RepoCoreWeaveCoreWeavepublished Oct 17, 2022seen 6d

coreweave/gpt-det-deepseed

Python

Open original ↗

Captured source

source ↗
published Oct 17, 2022seen 6dcaptured 8hhttp 200method plain

coreweave/gpt-det-deepseed

Language: Python

Stars: 1

Forks: 0

Open issues: 0

Created: 2022-10-17T22:21:42Z

Pushed: 2023-04-10T20:25:23Z

Default branch: main

Fork: no

Archived: yes

README:

gpt-det-deepspeed

This repository is a "WIP" to enable deepspeed GPT models to run on determined.ai without the extra bells and whistles (tracking, metrics, visualization etc.).
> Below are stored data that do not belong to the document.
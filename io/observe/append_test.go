package observe

import (
	"slices"
	"strings"
	"testing"

	"github.com/google/go-cmp/cmp"
	"github.com/paulmach/orb"
	"pgregory.net/rapid"
)

// Two tables put together hold what is read from one file with the rows of both.
func TestAppendIsTheFileOfBoth(t *testing.T) {
	want := Request{Response: "n", Kind: Count, Category: []string{"soil"}, Keep: []string{"note", "n"}}
	const header = "x,y,n,soil,note\n"
	draw := func(t *rapid.T, label string) string {
		text := ""
		for range rapid.IntRange(1, 12).Draw(t, label) {
			text += rapid.StringMatching(`[1-9],[1-9],[0-9],[a-f],([p-t]|NA)?\n`).Draw(t, "row")
		}
		return text
	}
	rapid.Check(t, func(t *rapid.T) {
		a, b := draw(t, "rows"), draw(t, "rows of the other")
		both, err := read(header+a+b, want)
		if err != nil {
			t.Fatal(err)
		}
		first, _ := read(header+a, want)
		second, _ := read(header+b, want)
		before, _ := read(header+b, want)
		if err := first.Append(second); err != nil {
			t.Fatal(err)
		}
		if diff := cmp.Diff(before, second); diff != "" {
			t.Fatalf("the other table (-before +after):\n%s", diff)
		}
		lines, rows := strings.Count(a, "\n"), strings.Count(b, "\n")
		if first.Rows != lines || !slices.Equal(first.Line[lines:], second.Line) || !slices.Equal(first.Row[lines:], second.Row) {
			t.Fatalf("%d rows, lines %v, numbers %v", first.Rows, first.Line, first.Row)
		}
		both.Rows -= rows
		both.Line, both.Row = first.Line, first.Row
		if diff := cmp.Diff(both, first, sameTable); diff != "" {
			t.Fatalf("(-one file +put together):\n%s", diff)
		}
	})
}

// A region and a neighbour's rows out of one table: lines are those of the file, and only the region's own rows are
// counted.
func TestAppendPart(t *testing.T) {
	const text = "at,x,y,z,soil\na,1,1,1,loam\nb,2,2,2,clay\na,3,3,NA,peat\nb,4,4,,loam\nb,5,5,5,peat\na,6,6,6,loam\n"
	parts := split(t, text, "at")
	want := Request{Response: "z", Kind: Measure, Category: []string{"soil"}}
	table, err := ReadPart(parts["a"], want)
	if err != nil {
		t.Fatal(err)
	}
	neighbours, err := ReadPart(parts["b"].Only([]int32{2, 4, 5}), want)
	if err != nil {
		t.Fatal(err)
	}
	if err := table.Append(neighbours); err != nil {
		t.Fatal(err)
	}
	soil := table.Column("soil")
	if !slices.Equal(table.Row, []int32{1, 6, 2, 5}) || !slices.Equal(table.Line, []int32{2, 7, 3, 6}) || table.Rows != 3 || len(table.Aside) != 1 {
		t.Errorf("rows %v, lines %v of %d, aside %v", table.Row, table.Line, table.Rows, table.Aside)
	}
	if !slices.Equal(soil.Level, []string{"clay", "loam", "peat"}) || !slices.Equal(soil.Code, []int32{1, 1, 0, 2}) {
		t.Errorf("levels %v, codes %v", soil.Level, soil.Code)
	}
	if !slices.Equal(table.Column("z").Number, []float64{1, 6, 2, 5}) || len(table.Geometry) != 4 || table.Geometry[3] != (orb.Point{5, 5}) {
		t.Errorf("numbers %v at %v", table.Column("z").Number, table.Geometry)
	}
}

func TestAppendRefusals(t *testing.T) {
	const base = "x,y,z,d\n1,2,3,4\n"
	linear := Request{Response: "z", Kind: Measure, Linear: []string{"d"}}
	tests := []struct {
		name, text string
		want       Request
		err        string
	}{
		{"degrees", "lon,lat,z,d\n1,2,3,4\n", linear, "the coordinates are in degrees, those of the other table in metres"},
		{"number of columns", base, measure, "1 columns were read, and 2 of the other table"},
		{"name", "x,y,z,e\n1,2,3,4\n", Request{Response: "z", Kind: Measure, Linear: []string{"e"}}, `column 2 is "e", and "d" in the other table`},
		{"text", base, Request{Response: "z", Kind: Measure, Category: []string{"d"}},
			`column "d" was read as numbers in one table and as text in the other`},
	}
	for _, test := range tests {
		t.Run(test.name, func(t *testing.T) {
			table, _ := read(base, linear)
			before, _ := read(base, linear)
			other, err := read(test.text, test.want)
			if err != nil {
				t.Fatal(err)
			}
			err = table.Append(other)
			if want := "wells.csv: its rows cannot be added to those of wells.csv: " + test.err; err == nil || err.Error() != want {
				t.Errorf("got  %v\nwant %s", err, want)
			}
			if diff := cmp.Diff(before, table); diff != "" {
				t.Errorf("the table was changed (-before +after):\n%s", diff)
			}
		})
	}
}
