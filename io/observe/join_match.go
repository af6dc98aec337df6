package observe

import (
	"fmt"
	"slices"
	"strconv"
)

// match is a side and where the keys of the observations stand in it.
type match struct {
	Side
	key   *Column
	at    map[string]int32 // row of each key
	taken []bool           // rows whose key the observations have
	row   []int32          // row by the number of the key; -1 without one

	unmatched []string // keys of the observations that it lacks, sorted
	unused    []string // its keys that the observations lack, sorted
	report    SideReport
}

// newMatch finds the row of each key. A key that stands twice is refused.
func newMatch(side Side) (*match, error) {
	t := side.Table
	if side.Places && len(t.Geometry) != t.Len() {
		panic(fmt.Sprintf("observe: %s has no places", t.Source))
	}
	for _, name := range side.Take {
		if t.Column(name) == nil {
			panic(fmt.Sprintf("observe: %s has no column %q", t.Source, name))
		}
	}
	m := &match{Side: side, key: t.text(side.Key), at: make(map[string]int32, t.Len()), taken: make([]bool, t.Len())}
	m.report.Source = t.Source
	for r, code := range m.key.Code {
		if code < 0 {
			m.report.WithoutKey++
			continue
		}
		key := m.key.Level[code]
		if first, seen := m.at[key]; seen {
			return nil, m.twice(key, int(first), r)
		}
		m.at[key] = int32(r)
	}
	return m, nil
}

// twice refuses a key of which nobody could say which row is meant.
func (m *match) twice(key string, first, second int) error {
	t := m.Table
	advice := "leave one row for each key in the file"
	if m.Places {
		advice = "give each place one row: the parts of one place belong in one geometry"
	}
	return &Error{File: t.Source, Line: int(t.Line[second]), Row: int(t.Row[second]), Column: m.Side.Key, Value: shorten(key), Advice: advice,
		What: fmt.Sprintf("the key %q also stands in %s", shorten(key), rowWord(t.Row[first], t.Line[first]))}
}

// lookUp finds the rows of the keys of the observations, which are sorted and each of which so many of their rows have.
func (m *match) lookUp(keys []string, rows []int) {
	m.row = make([]int32, len(keys))
	for code, key := range keys {
		r, there := m.at[key]
		if !there {
			m.row[code] = -1
			m.unmatched = append(m.unmatched, key)
			continue
		}
		m.row[code], m.taken[r] = r, true
		m.report.Matched += rows[code]
	}
	for key, r := range m.at {
		if !m.taken[r] {
			m.unused = append(m.unused, key)
		}
	}
	slices.Sort(m.unused)
	m.report.WithoutMatch, m.report.Unused = m.unmatched, m.unused
}

// lacks says why the rows of a key find nothing here.
func (m *match) lacks(key string) Aside {
	source := m.Table.Source
	if lost, is := m.Lost[key]; is {
		return Aside{Code: "unusable-match", Reason: fmt.Sprintf("its row in %s cannot be used: %s", source, lost.Reason)}
	}
	unknown := m.Lost == nil && len(m.Table.Aside) > 0 // its row may be one of those set aside
	switch {
	case m.Places && unknown:
		return Aside{Code: "no-place", Reason: source + " has no such place that can be used"}
	case m.Places:
		return Aside{Code: "no-place", Reason: source + " has no such place"}
	case unknown:
		return Aside{Code: "no-match", Reason: source + " has no usable row with this key"}
	}
	return Aside{Code: "no-match", Reason: source + " has no row with this key"}
}

// adviceKeys is for keys that mostly find no match: it shows what the keys of the side look like that matches least.
func (w *joining) adviceKeys() string {
	advice := "check that --key names the right column of each file"
	var least *match
	for _, m := range w.sides {
		if len(m.unused) > 0 && len(m.unmatched) > 0 && (least == nil || m.report.Matched < least.report.Matched) {
			least = m
		}
	}
	if least == nil {
		return advice
	}
	return fmt.Sprintf("%s; keys of %s that no row has: %s", advice, least.Table.Source, fewQuoted(least.unused, 3))
}

// decimal writes a number for a message, without an exponent.
func decimal(v float64) string { return strconv.FormatFloat(v, 'f', -1, 64) }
You can still access logs and visualize all metrics via WanDB.

Pre-Requisites

  • Ensure you are connected to determined.ai master (launched via Application Catalog on CoreWeave Cloud)
  • In the configuration: gpt_neox_config/small.yml, please change your vocab_path, data_path and load/save paths. (NOTE: We are using a small GPT model but you are welcome to use any configuration for training).
  • You can track logs in the determined.ai Web UI. To get WanDB to work correctly, you have to setup an ENV VAR ("WANDB_API_KEY") or modify the function get_wandb_api_key() in deepy.py to just return your API Token. You will be able to visualize all training metrics directly in WanDB.
  • You should configure your hostfile path in ``train_deepspeed_launcher.py to your determined.ai mounth path. Our default mount path is shared_hostfile = "/mnt/finetune-gpt-neox/hostfile.txt"

Instructions to Run

  • git clone --recurse-submodules https://github.com/coreweave/gpt-det-deepseed.git
  • Run: ``det experiment create core_api.yml .`` from the root of the repository.